Evaluation: This KPI was evaluated extensively during the M24 demo using the instruction “Take rotor cap from conveyor and put it on the fixture”. This instruction is similar to the “Pick up rotor cap from conveyor and place it on a fixture” since the main, primary and secondary objects are the same. Therefore, the system uses a stored ADT where all the details of the task were already taught including action chunks and visual and grasp poses of the rotor cap, the conveyor and the fixture. Thus, the setup time is minimum and the user is able to setup the system and start the execution in only 5 seconds. 
The execution part takes only 20 seconds as this video indicates. 
Specifically, for the evaluation of this KPI an experienced robot operator performed the task for 100 times. The deviation in the setup time was ±2 seconds and in the execution ±3 seconds.
Key Performance Indicator 1.1(b) - Setup time for execution of a semi-known task with unreliable pose inputs
Description: Total setup time for an instruction with an existing ADT but with re-calculation of the poses for some of the objects.
Measurement: Feed the ACAT system a new instruction and measure the setup time until task is ready for execution (measured in seconds).
Evaluation: This KPI was evaluated using the instruction “Take rotor cap from conveyor and put it on the fixture”. In this case the system is able to re-use the main, primary and secondary objects of the instruction and the related action chunks. However, the operator can choose to re-calculate the pose and grasp poses in order to verify their applicability. This re-calculation incorporates the use of a motion and grasp planner thus the movement of the robot is slower. Besides, the vision system requires extra time to perform another pose estimation of the object and the operator needs to teach a new place location. 
Therefore, the setup time is increased to 111 seconds as the video indicates. 
The task was performed 100 times. The deviation in the setup time was ±10 seconds due to the delays for the estimation of new object visual and grasp poses and specification of a new place location. The deviation of the execution was also 25±5 seconds.

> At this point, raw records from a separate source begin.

// Package figure draws the workbench's figures with gonum/plot: an
// observed spectrum with model overlays, the comparison of candidate
// compositions, the χ²/N curve of a sweep, their captions, and their
// export as PNG, SVG or PDF. The screen and the export draw the same
// plot.Plot. It imports no GUI toolkit.
package figure

import (
	"fmt"
	"image"
	"image/color"
	"math"
	"slices"

	"gonum.org/v1/plot"
	"gonum.org/v1/plot/plotter"
	"gonum.org/v1/plot/vg"
	"gonum.org/v1/plot/vg/draw"
	"gonum.org/v1/plot/vg/vgimg"

	"broadline/app/core"
	"broadline/spectra"
)

// Palette is the colour-blind-safe palette of Okabe & Ito (2008, "Color
// Universal Design"), in the order the figures use it.
var Palette = struct {
	Observed, Model, Masked color.NRGBA
}{
	Observed: color.NRGBA{0, 0, 0, 255},     // black
	Model:    color.NRGBA{213, 94, 0, 255},  // vermillion
	Masked:   color.NRGBA{86, 180, 233, 70}, // sky blue, translucent
}

// Style is how a model curve is drawn: colour, width and dash pattern
// (nil: solid).
type Style struct {
	Color  color.NRGBA
	Width  vg.Length
	Dashes []vg.Length
}

// CandidateStyles are the comparison figure's model styles: Okabe & Ito
// colours, each with a dash pattern of its own so that they also differ in
// grey print. Black is the observed spectrum's; sky blue shades masks.
var CandidateStyles = [...]Style{
	{color.NRGBA{213, 94, 0, 255}, 1.4, nil},                                      // vermillion, solid
	{color.NRGBA{0, 114, 178, 255}, 1.4, []vg.Length{vg.Points(5), vg.Points(2)}}, // blue, dashed
	{color.NRGBA{0, 158, 115, 255}, 1.4, []vg.Length{vg.Points(1.5), vg.Points(1.5)}},
	{color.NRGBA{204, 121, 167, 255}, 1.4, []vg.Length{vg.Points(6), vg.Points(2), vg.Points(1.5), vg.Points(2)}},
	{color.NRGBA{230, 159, 0, 255}, 1.4, []vg.Length{vg.Points(3), vg.Points(3)}},
	{color.NRGBA{120, 120, 120, 255}, 1.4, []vg.Length{vg.Points(8), vg.Points(3)}},
}

// KnockOutStyle draws a knock-out beside the model.
var KnockOutStyle = Style{CandidateStyles[1].Color, 1.2, CandidateStyles[1].Dashes}

// MaskBands is a plotter that shades the wavelength ranges of masked
// samples over the whole height of the plot area.
type MaskBands struct {
	// Ranges are [from, to] pairs in the plot's x unit.
	Ranges [][2]float64
	Color  color.Color
}

// NewMaskBands returns the bands of obs's masked runs, x in unit u.
func NewMaskBands(obs *spectra.Spectrum, u core.WaveUnit) *MaskBands {
	mb := &MaskBands{Color: Palette.Masked}
	for i := 0; i < obs.Len(); {
		if !obs.Masked(i) {
			i++
			continue
		}
		j := i
		for j+1 < obs.Len() && obs.Masked(j+1) {
			j++
		}
		mb.Ranges = append(mb.Ranges, [2]float64{obs.Wavelength[i] * u.PerA, obs.Wavelength[j] * u.PerA})
		i = j + 1
	}
	return mb
}

// Plot implements plot.Plotter.
func (mb *MaskBands) Plot(c draw.Canvas, plt *plot.Plot) {
	trX, _ := plt.Transforms(&c)
	c.SetColor(mb.Color)
	for _, r := range mb.Ranges {
		x0, x1 := trX(r[0]), trX(r[1])
		if x1 < c.Min.X || x0 > c.Max.X {
			continue
		}
		x0, x1 = max(x0, c.Min.X), min(x1, c.Max.X)
		if x1-x0 < 0.5 {
			x1 = x0 + 0.5 // a single masked sample stays visible
		}
		var p vg.Path
		p.Move(vg.Point{X: x0, Y: c.Min.Y})
		p.Line(vg.Point{X: x1, Y: c.Min.Y})
		p.Line(vg.Point{X: x1, Y: c.Max.Y})
		p.Line(vg.Point{X: x0, Y: c.Max.Y})
		p.Close()
		c.Fill(p)
	}
}

// Spectrum builds the plot of an observed spectrum and an optional model
// overlay, vacuum wavelength in unit u. Masked samples are drawn under a
// shaded band; gaps in the data (removed ranges) stay gaps. The y axis
// spans the unmasked observed flux and the whole overlay; extra curves are
// drawn with AddSpectrumCurve, which widens it.
func Spectrum(obs *spectra.Spectrum, ov *core.Overlay, title string, u core.WaveUnit) (*plot.Plot, error) {
	p := plot.New()
	p.Title.Text = title
	p.Title.Padding = vg.Points(4)
	p.X.Label.Text = "vacuum wavelength (" + u.Name + ")"
	p.Add(plotter.NewGrid())
	yr := newYRange()
	yr.addObserved(obs)
	if !(yr.hi > 0) {
		return nil, fmt.Errorf("figure: no unmasked positive flux to show")
	}
	p.Add(NewMaskBands(obs, u))
	if err := AddCurve(p, obs.Wavelength, obs.Flux, u, Style{Palette.Observed, 1, nil}, "observed"); err != nil {
		return nil, err
	}
	if ov != nil {
		name := "model"
		if ov.Preview {
			name = "model (absorption-only preview)"
		}
		if err := AddCurve(p, ov.Wavelength, ov.Flux, u, Style{Palette.Model, 1.6, nil}, name); err != nil {
			return nil, err
		}
		yr.add(ov.Flux, nil)
	}
	p.Legend.Top = true
	// Inset the legend so that its line samples are not cut at the
	// plot's right edge.
	p.Legend.XOffs = -vg.Points(10)
	p.Legend.YOffs = -vg.Points(2)
	yr.apply(p)
	return p, nil
}

// AddSpectrumCurve draws x (Å), y on a plot made by Spectrum (see
// AddCurve) and widens its y axis so that the new curve is not clipped.
func AddSpectrumCurve(p *plot.Plot, x, y []float64, u core.WaveUnit, st Style, name string) error {
	if err := AddCurve(p, x, y, u, st, name); err != nil {
		return err
	}
	yr := &yRange{lo: p.Y.Min, hi: p.Y.Max / 1.15}
	if p.Y.Min < 0 { // undo apply's margin below a negative minimum
		yr.lo = (p.Y.Min + 0.05*yr.hi) / 1.05
	}
	yr.add(y, nil)
	yr.apply(p)
	return nil
}

// AddCurve draws x (Å), y as lines in style st (x in unit u), one per run
// of the data (see Segments), with one legend entry called name.
func AddCurve(p *plot.Plot, x, y []float64, u core.WaveUnit, st Style, name string) error {
	for k, seg := range Segments(x, y, u) {
		l, err := plotter.NewLine(seg)
		if err != nil {
			return fmt.Errorf("figure: %w", err)
		}
		l.Color = st.Color
		l.Width = st.Width
		l.Dashes = st.Dashes
		p.Add(l)
		if k == 0 {
			p.Legend.Add(name, l)
		}
	}
	return nil
}

// Segments splits x (Å), y into runs of points (x in unit u) broken where
// the sampling step jumps by more than five times its median (a removed
// range) or y is not finite. Runs of fewer than two points are left out.
func Segments(x, y []float64, u core.WaveUnit) []plotter.XYs {
	return segmentsBy(x, y, func(w float64) float64 { return w * u.PerA })
}

func medianStep(x []float64) float64 {
	if len(x) < 2 {
		return math.Inf(1)
	}
	d := make([]float64, len(x)-1)
	for i := range d {
		d[i] = x[i+1] - x[i]
	}
	slices.Sort(d)
	return d[len(d)/2]
}

// Render draws p into an RGBA image of w×h pixels at 96 dpi.
func Render(p *plot.Plot, w, h int) image.Image {
	const dpi = 96
	c := vgimg.NewWith(vgimg.UseWH(vg.Length(w)*vg.Inch/dpi, vg.Length(h)*vg.Inch/dpi), vgimg.UseDPI(dpi))
	p.Draw(draw.New(c))
	return c.Image()
}

// Sweep is the plot of a sweep: χ²/N against the parameter (v_ph in c or
// T_ph in K), log-scaled, with the refined minimum marked.
func Sweep(sw *core.Sweep) (*plot.Plot, error) {
	p := plot.New()
	if sw.Param == core.Temperature {
		p.Title.Text = "χ²/N against the photosphere temperature"
		p.X.Label.Text = "T_ph (K)"
	} else {
		p.Title.Text = "χ²/N against the photosphere velocity"
		p.X.Label.Text = "v_ph (c)"
	}
	p.Y.Label.Text = "χ²/N"
	p.Y.Scale = plot.LogScale{}
	p.Y.Tick.Marker = plot.LogTicks{Prec: -1}
	p.Add(plotter.NewGrid())
	pts := make(plotter.XYs, len(sw.Values))
	lo, hi := math.Inf(1), 0.0
	for i, v := range sw.Values {
		pts[i] = plotter.XY{X: v, Y: sw.Chi2N[i]}
		lo, hi = math.Min(lo, sw.Chi2N[i]), math.Max(hi, sw.Chi2N[i])
	}
	if !(lo > 0) {
		return nil, fmt.Errorf("figure: χ²/N not positive")
	}
	l, s, err := plotter.NewLinePoints(pts)
	if err != nil {
		return nil, fmt.Errorf("figure: %w", err)
	}
	l.Color, s.Color = Palette.Observed, Palette.Observed
	p.Add(l, s)
	mark, err := plotter.NewLine(plotter.XYs{{X: sw.Best, Y: lo / 1.5}, {X: sw.Best, Y: hi * 1.5}})
	if err != nil {
		return nil, fmt.Errorf("figure: %w", err)
	}
	mark.Color = Palette.Model
	mark.Width = 1.5
	p.Add(mark)
	p.Legend.Add("minimum near "+sw.Param.Describe(sw.Best), mark)
	p.Legend.Top = true
	p.Legend.XOffs = -vg.Points(10) // the line sample is not cut at the edge
	p.Y.Min, p.Y.Max = lo/1.5, hi*1.5
	return p, nil
}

Key Performance Indicator 1.1(c) - Setup time for execution of a semi-known task with unreliable grasp inputs
Description: Total setup time for an instruction with an existing ADT but with re-calculation of the grasp poses for some of the objects.

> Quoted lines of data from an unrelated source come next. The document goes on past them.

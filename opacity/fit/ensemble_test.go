package fit

import (
	"context"
	"math"
	"math/rand/v2"
	"testing"
)

// gaussian2 is a correlated, anisotropic 2-D Gaussian: the kind of density
// on which Goodman & Weare (2010, §4) demonstrate the affine-invariant
// stretch move. Mean (1, −2), σ = (1, 3), correlation 0.9.
var gaussian2 = struct {
	mu, sd [2]float64
	rho    float64
}{[2]float64{1, -2}, [2]float64{1, 3}, 0.9}

func gaussian2LogP(_ context.Context, x []float64) (float64, error) {
	g := gaussian2
	a := (x[0] - g.mu[0]) / g.sd[0]
	b := (x[1] - g.mu[1]) / g.sd[1]
	return -(a*a - 2*g.rho*a*b + b*b) / (2 * (1 - g.rho*g.rho)), nil
}

func gaussianStart(nw int, seed uint64) [][]float64 {
	rng := rand.New(rand.NewPCG(seed, 5))
	init := make([][]float64, nw)
	for w := range init {
		init[w] = []float64{5 + 0.1*rng.NormFloat64(), 5 + 0.1*rng.NormFloat64()}
	}
	return init
}

// TestEnsembleGaussian samples the 2-D Gaussian from a ball far from its
// mean and checks the sample mean, variances and correlation against the
// density's, within four Monte-Carlo standard errors (σ √(τ/N) for a mean,
// σ² √(2τ/N) for a variance, (1 − ρ²) √(τ/N) for the correlation; N the
// number of samples, τ the integrated autocorrelation time estimated from
// the chain).
func TestEnsembleGaussian(t *testing.T) {
	t.Parallel()
	const nw, steps, burn = 20, 4000, 500
	run, err := runEnsemble(context.Background(), gaussian2LogP, gaussianStart(nw, 3), steps+burn, burn, 2, 42, 2, nil)
	if err != nil {
		t.Fatal(err)
	}
	kept := run.chain[burn:]
	var mean [2]float64
	var taus [2]float64
	n := float64(nw * steps)
	for d := range 2 {
		chains := make([][]float64, nw)
		for w := range nw {
			chains[w] = make([]float64, steps)
			for s := range steps {
				chains[w][s] = kept[s][w][d]
				mean[d] += kept[s][w][d] / n
			}
		}
		taus[d] = integratedTime(chains)
	}
	var cov [2][2]float64
	for _, row := range kept {
		for _, x := range row {
			for i := range 2 {
				for j := range 2 {
					cov[i][j] += (x[i] - mean[i]) * (x[j] - mean[j]) / n
				}
			}
		}
	}
	g := gaussian2
	tau := math.Max(taus[0], taus[1])
	if !(tau > 1 && tau < 100) {
		t.Fatalf("τ = %v steps: not a working sampler", taus)
	}
	for d := range 2 {
		if se := g.sd[d] * math.Sqrt(taus[d]/n); math.Abs(mean[d]-g.mu[d]) > 4*se {
			t.Errorf("mean %d = %.4f, want %.4f ± %.4f", d, mean[d], g.mu[d], 4*se)
		}
		if se := math.Sqrt(2 * taus[d] / n); math.Abs(cov[d][d]/(g.sd[d]*g.sd[d])-1) > 4*se {
			t.Errorf("variance %d = %.4f, want %.4f (relative ± %.3f)", d, cov[d][d], g.sd[d]*g.sd[d], 4*se)
		}
	}
	rho := cov[0][1] / math.Sqrt(cov[0][0]*cov[1][1])
	if se := (1 - g.rho*g.rho) * math.Sqrt(tau/n); math.Abs(rho-g.rho) > 4*se {
		t.Errorf("correlation %.4f, want %.4f ± %.4f", rho, g.rho, 4*se)
	}
	acc := 0.0
	for _, a := range run.accepted {
		acc += float64(a) / float64(steps*nw)
	}
	// Foreman-Mackey et al. (2013) quote acceptance fractions of 0.2–0.5
	// as healthy; a 2-D Gaussian with a = 2 sits well inside (common practice).
	if acc < 0.2 || acc > 0.9 {
		t.Errorf("acceptance fraction %.3f", acc)
	}
	t.Logf("τ = %.2f, %.2f steps; acceptance %.3f; mean %.4f %.4f; ρ %.4f", taus[0], taus[1], acc, mean[0], mean[1], rho)
}

// TestEnsembleDeterministic: the same seed gives the same chain bit for
// bit with 1, 2 and 3 workers; another seed gives another chain.
func TestEnsembleDeterministic(t *testing.T) {
	t.Parallel()
	run := func(seed uint64, workers int) *ensembleRun {
		r, err := runEnsemble(context.Background(), gaussian2LogP, gaussianStart(10, 1), 200, 0, 2, seed, workers, nil)
		if err != nil {
			t.Fatal(err)
		}
		return r
	}
	ref := run(9, 1)
	for _, w := range []int{2, 3} {
		r := run(9, w)
		for s := range ref.chain {
			for k := range ref.chain[s] {
				for d := range 2 {
					if math.Float64bits(r.chain[s][k][d]) != math.Float64bits(ref.chain[s][k][d]) {
						t.Fatalf("%d workers: step %d walker %d differs", w, s, k)
					}
				}
			}
		}
	}
	if other := run(10, 2); other.chain[199][0][0] == ref.chain[199][0][0] {
		t.Error("another seed gave the same chain")
	}
}

// TestEnsembleStops: a cancelled context stops the sampler with an error
// wrapping context.Canceled, and progress counts steps.
func TestEnsembleStops(t *testing.T) {
	t.Parallel()
	ctx, cancel := context.WithCancel(context.Background())
	last := 0
	_, err := runEnsemble(ctx, gaussian2LogP, gaussianStart(8, 1), 1000, 0, 2, 1, 1, func(done, total int) {
		last = done
		if total != 1000 {
			t.Errorf("total %d, want 1000", total)
		}
		if done == 10 {
			cancel()
		}
	})
	if err == nil || !errorsIsCanceled(err) {
		t.Errorf("cancelled run: %v", err)
	}
	if last != 10 {
		t.Errorf("progress reached %d steps after cancelling at 10", last)
	}
}

// TestAutocorrAR1 checks the integrated autocorrelation time on AR(1)
// chains x_t = φ x_{t−1} + √(1−φ²) ε_t, whose τ = (1 + φ)/(1 − φ) (the sum of
// ρ(t) = φ^|t|; e.g. Sokal 1997). Sokal's variance estimate
// var(τ̂)/τ² ≈ 2(2M + 1)/N with the window M ≈ 5τ gives ~3 % relative error for
// 8 chains of 20000 at φ = 0.8, so 12 % is a four-σ bound.
func TestAutocorrAR1(t *testing.T) {
	t.Parallel()
	rng := rand.New(rand.NewPCG(4, 4))
	for _, phi := range []float64{0, 0.5, 0.8} {
		chains := make([][]float64, 8)
		for c := range chains {
			x := rng.NormFloat64()
			chains[c] = make([]float64, 20000)
			for i := range chains[c] {
				x = phi*x + math.Sqrt(1-phi*phi)*rng.NormFloat64()
				chains[c][i] = x
			}
		}
		want := (1 + phi) / (1 - phi)
		if got := integratedTime(chains); math.Abs(got/want-1) > 0.12 {
			t.Errorf("φ = %v: τ = %.3f, want %.3f", phi, got, want)
		}
	}
	if !math.IsNaN(integratedTime([][]float64{{1, 1, 1, 1}})) {
		t.Error("τ of a constant chain is not NaN")
	}
}

// TestSplitRHat: chains drawn from one distribution give R̂ ≈ 1; chains
// whose means differ by one standard deviation give R̂ well above 1.1 (the
// usual threshold, common practice; Gelman et al., BDA3 §11.4).
func TestSplitRHat(t *testing.T) {
	t.Parallel()
	rng := rand.New(rand.NewPCG(8, 8))
	same := make([][]float64, 8)
	shifted := make([][]float64, 8)
	for c := range same {
		same[c] = make([]float64, 2000)
		shifted[c] = make([]float64, 2000)
		for i := range same[c] {
			same[c][i] = rng.NormFloat64()
			shifted[c][i] = same[c][i] + float64(c%2)
		}
	}
	if r := splitRHat(same); math.Abs(r-1) > 0.01 {
		t.Errorf("R̂ of identical chains %.4f, want ≈ 1", r)
	}
	// Half the chains shifted by 1σ: B/n ≈ 1/4 + W/n per draw, so
	// R̂ ≈ √(1 + 0.25) ≈ 1.12 (worked by hand).
	if r := splitRHat(shifted); math.Abs(r-math.Sqrt(1.25)) > 0.03 {
		t.Errorf("R̂ of shifted chains %.4f, want ≈ %.4f", r, math.Sqrt(1.25))
	}
}

// TestQuantile checks type-7 quantiles on a hand-worked case:
// (1, 2, 3, 4) has median 2.5 and 25th percentile 1 + 0.75·1 = 1.75.
func TestQuantile(t *testing.T) {
	s := []float64{1, 2, 3, 4}
	if quantile(s, 0.5) != 2.5 || quantile(s, 0.25) != 1.75 || quantile(s, 1) != 4 || quantile(s, 0) != 1 {
		t.Errorf("quantiles %v %v %v %v", quantile(s, 0.5), quantile(s, 0.25), quantile(s, 1), quantile(s, 0))
	}
}
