// ZoomAbout scales v's ranges by k (< 1: zoom in) about the wavelength
// lam (Å) and, when the flux range is fixed, about the flux y; an
// automatic flux range stays automatic.
func (v View) ZoomAbout(lam, y, k float64) View {
	v.XMin, v.XMax = lam+(v.XMin-lam)*k, lam+(v.XMax-lam)*k
	if !v.AutoY() {
		v.YMin, v.YMax = y+(v.YMin-y)*k, y+(v.YMax-y)*k
	}
	return v
}

// Pan moves v by dLam Å and, when the flux range is fixed, by dy.
func (v View) Pan(dLam, dy float64) View {
	v.XMin, v.XMax = v.XMin+dLam, v.XMax+dLam
	if !v.AutoY() {
		v.YMin, v.YMax = v.YMin+dy, v.YMax+dy
	}
	return v
}

// MinViewWidth is the narrowest wavelength range (Å) a view shows.
const MinViewWidth = 1.0

// Within keeps v on the spectrum [lo, hi] Å: its wavelength range no
// narrower than MinViewWidth nor wider than three times the spectrum, and
// its middle on the spectrum. A view without
// a wavelength range is left as it is.
func (v View) Within(lo, hi float64) View {
	if !v.HasX() || !(hi > lo) {
		return v
	}
	w := math.Min(math.Max(v.XMax-v.XMin, MinViewWidth), 3*(hi-lo))
	mid := math.Min(math.Max((v.XMin+v.XMax)/2, lo), hi)
	v.XMin, v.XMax = mid-w/2, mid+w/2
	return v
}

Measurement: Feed the ACAT system a new instruction and measure the setup time until task is ready for execution (measured in seconds).
Evaluation: This KPI was evaluated using the instruction “Take rotor cap from table and put it on the fixture”. In this case the system is able to identify that the main and secondary objects of the instruction are the same and pair an existing ADT from the instruction “pick up rotor cap from conveyor and place it on the fixture”. However, because the primary object is different, the existing visual and grasp poses were unreliable. As a result, the vision system requires extra time to perform another pose and grasp estimation of the object located in the new primary object and the operator needs to teach a new place location after that. 

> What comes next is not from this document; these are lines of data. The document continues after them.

package figure

import (
	"math"
	"strconv"
	"strings"

	"gonum.org/v1/plot"

	"broadline/spectra"
)

// FluxLabel is the y-axis label of the spectrum figures for a common
// power of ten exp: "flux (10⁻¹⁷ erg/s/cm²/Å)" means that a tick labelled
// 3 is 3 × 10⁻¹⁷ erg/s/cm²/Å. exp 0 gives the bare unit.
func FluxLabel(exp int) string {
	if exp == 0 {
		return "flux (erg/s/cm²/Å)"
	}
	return "flux (10" + Superscript(exp) + " erg/s/cm²/Å)"
}

// Superscript writes the integer n in superscript digits and sign
// (Unicode U+2070–U+207B and the Latin-1 ¹, ², ³): -17 → "⁻¹⁷".
func Superscript(n int) string {
	const digits = "⁰¹²³⁴⁵⁶⁷⁸⁹"
	sup := []rune(digits)
	var b strings.Builder
	s := strconv.Itoa(n)
	for _, r := range s {
		if r == '-' {
			b.WriteRune('⁻')
			continue
		}
		b.WriteRune(sup[r-'0'])
	}
	return b.String()
}

// CommonExponent is the power of ten that the tick labels of an axis up
// to top share: floor(log10(top)), or 0 when top lies in [0.01, 1000)
// (numbers that read well as they are) or is not a positive finite number.
func CommonExponent(top float64) int {
	if !(top > 0) || math.IsInf(top, 0) || (top >= 0.01 && top < 1000) {
		return 0
	}
	return int(math.Floor(math.Log10(top)))
}

// ScaledTicks are the default tick positions with the major ticks
// labelled in units of 10^Exp, so "6e-17" reads "6" under an axis label
// that names the 10⁻¹⁷ (see FluxLabel).
type ScaledTicks struct {
	Exp int
}

// Ticks implements plot.Ticker.
func (st ScaledTicks) Ticks(lo, hi float64) []plot.Tick {
	// Choose the ticks in the scaled unit, where the default ticker's
	// 1-2-5 steps are round numbers, then scale their positions back.
	scale := math.Pow(10, float64(st.Exp))
	ticks := plot.DefaultTicks{}.Ticks(lo/scale, hi/scale)
	for i := range ticks {
		v := ticks[i].Value
		ticks[i].Value = v * scale
		if ticks[i].Label == "" {
			continue
		}
		// Round away floating-point residue (2.9999999999) and "-0".
		v = math.Round(v*1e9) / 1e9
		if v == 0 {
			v = 0
		}
		ticks[i].Label = strconv.FormatFloat(v, 'g', -1, 64)
	}
	return ticks
}

// yRange accumulates the extent of what a figure draws on its y axis.
type yRange struct {
	lo, hi float64
}

func newYRange() *yRange { return &yRange{lo: 0, hi: math.Inf(-1)} }

// add takes the finite values of y, skipping index i where skip(i) is
// true (skip may be nil).
func (r *yRange) add(y []float64, skip func(int) bool) {
	for i, v := range y {
		if math.IsNaN(v) || math.IsInf(v, 0) || (skip != nil && skip(i)) {
			continue
		}
		r.lo, r.hi = math.Min(r.lo, v), math.Max(r.hi, v)
	}
}

// addObserved takes obs's unmasked flux: masked samples (telluric bands,
// bad pixels) may hold anything and are not what the axis should fit.
func (r *yRange) addObserved(obs *spectra.Spectrum) {
	r.add(obs.Flux, obs.Masked)
}

// apply sets p's y axis to span everything added, from zero (or the
// lowest value, when negative) to 15 % above the highest (room for the
// legend), with tick labels in units of a common power of ten named in
// the axis label.
func (r *yRange) apply(p *plot.Plot) {
	p.Y.Min = r.lo
	p.Y.Max = 1.15 * r.hi
	if r.lo < 0 {
		p.Y.Min = r.lo - 0.05*(r.hi-r.lo)
	}
	exp := CommonExponent(r.hi)
	p.Y.Label.Text = FluxLabel(exp)
	p.Y.Tick.Marker = ScaledTicks{Exp: exp}
}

Therefore, the setup time needed 126 seconds as this video indicates. 
The task performed another 100 times. A small number of setup efforts required 10 seconds less depending on the outcome of the motion and grasp planner and the availability of a new feasible trajectory. However, there were cases where the setup of the task required 160 – 180 seconds due to the delays of the extra calculations. Regardless the delays in the setup time of the task the deviation of the execution of the task was 40±5 seconds.
Key Performance Indicator 1.1(d) - Setup time for execution of a semi-known task with similar model information
Description: Total setup time for an instruction where only the model similarity is used from the ADTs.
Measurement: Feed the ACAT system a new instruction and measure the setup time until task is ready for execution (measured in seconds).
Evaluation: This KPI was evaluated using the instruction “Take metal bottle from conveyor and put it on the table”. In this case the system is able to identify that both the main and secondary objects of the instruction are different from the ones in existing ADTs. As a result, the existing visual and grasp poses were unreliable. As in the 1.1(c), the vision system requires extra time to perform another pose estimation of the object and the operator needs to teach a new place location. 
Therefore, the setup time needed 141 seconds as the video shows.
The task performed another 100 times. Similarly, a small number of setup efforts required significantly less time (-15 seconds) depending on the outcome of the motion and grasp planner. However, there were cases where the setup of the task required up to 2 minutes more in total due to the delays of the extra calculations and the extra restrictions introduced by the motion planner. The deviation of the execution of the task was 50±10 seconds.
Key Performance Indicator 1.2 - Robustness during setup
Description: Robustness of the system when processing a new instruction sheet.
Measurement: eed the ACAT system multiple new (unknown) instruction sheets and measure the percentage of successful established task sequences. A task sequence is successful if it achieves the specified goal of the task (end state).
Evaluation: This KPI was evaluated during the setup of the various instantiations of the instruction sheet presented before. As a new instruction we count the cases where either the main, primary or secondary objects were other than the ones in the stored ADTs. Therefore, the user needed to respond to many pop-up messages in the monitor and take decisions on how to proceed with the setup of the task sequence. In the cases where all the parameters of an instruction were unknown then the operator could feel confused and make mistakes. Hence, from a total of 300 trials the operator set up the task sequence successfully 95% of the time.
Key Performance Indicator 1.3 - Robustness during execution
Description: Robustness of the execution phase.
Measurement: During multiple executions of a task instantiated from an instruction sheet, measure the successful completions of the task.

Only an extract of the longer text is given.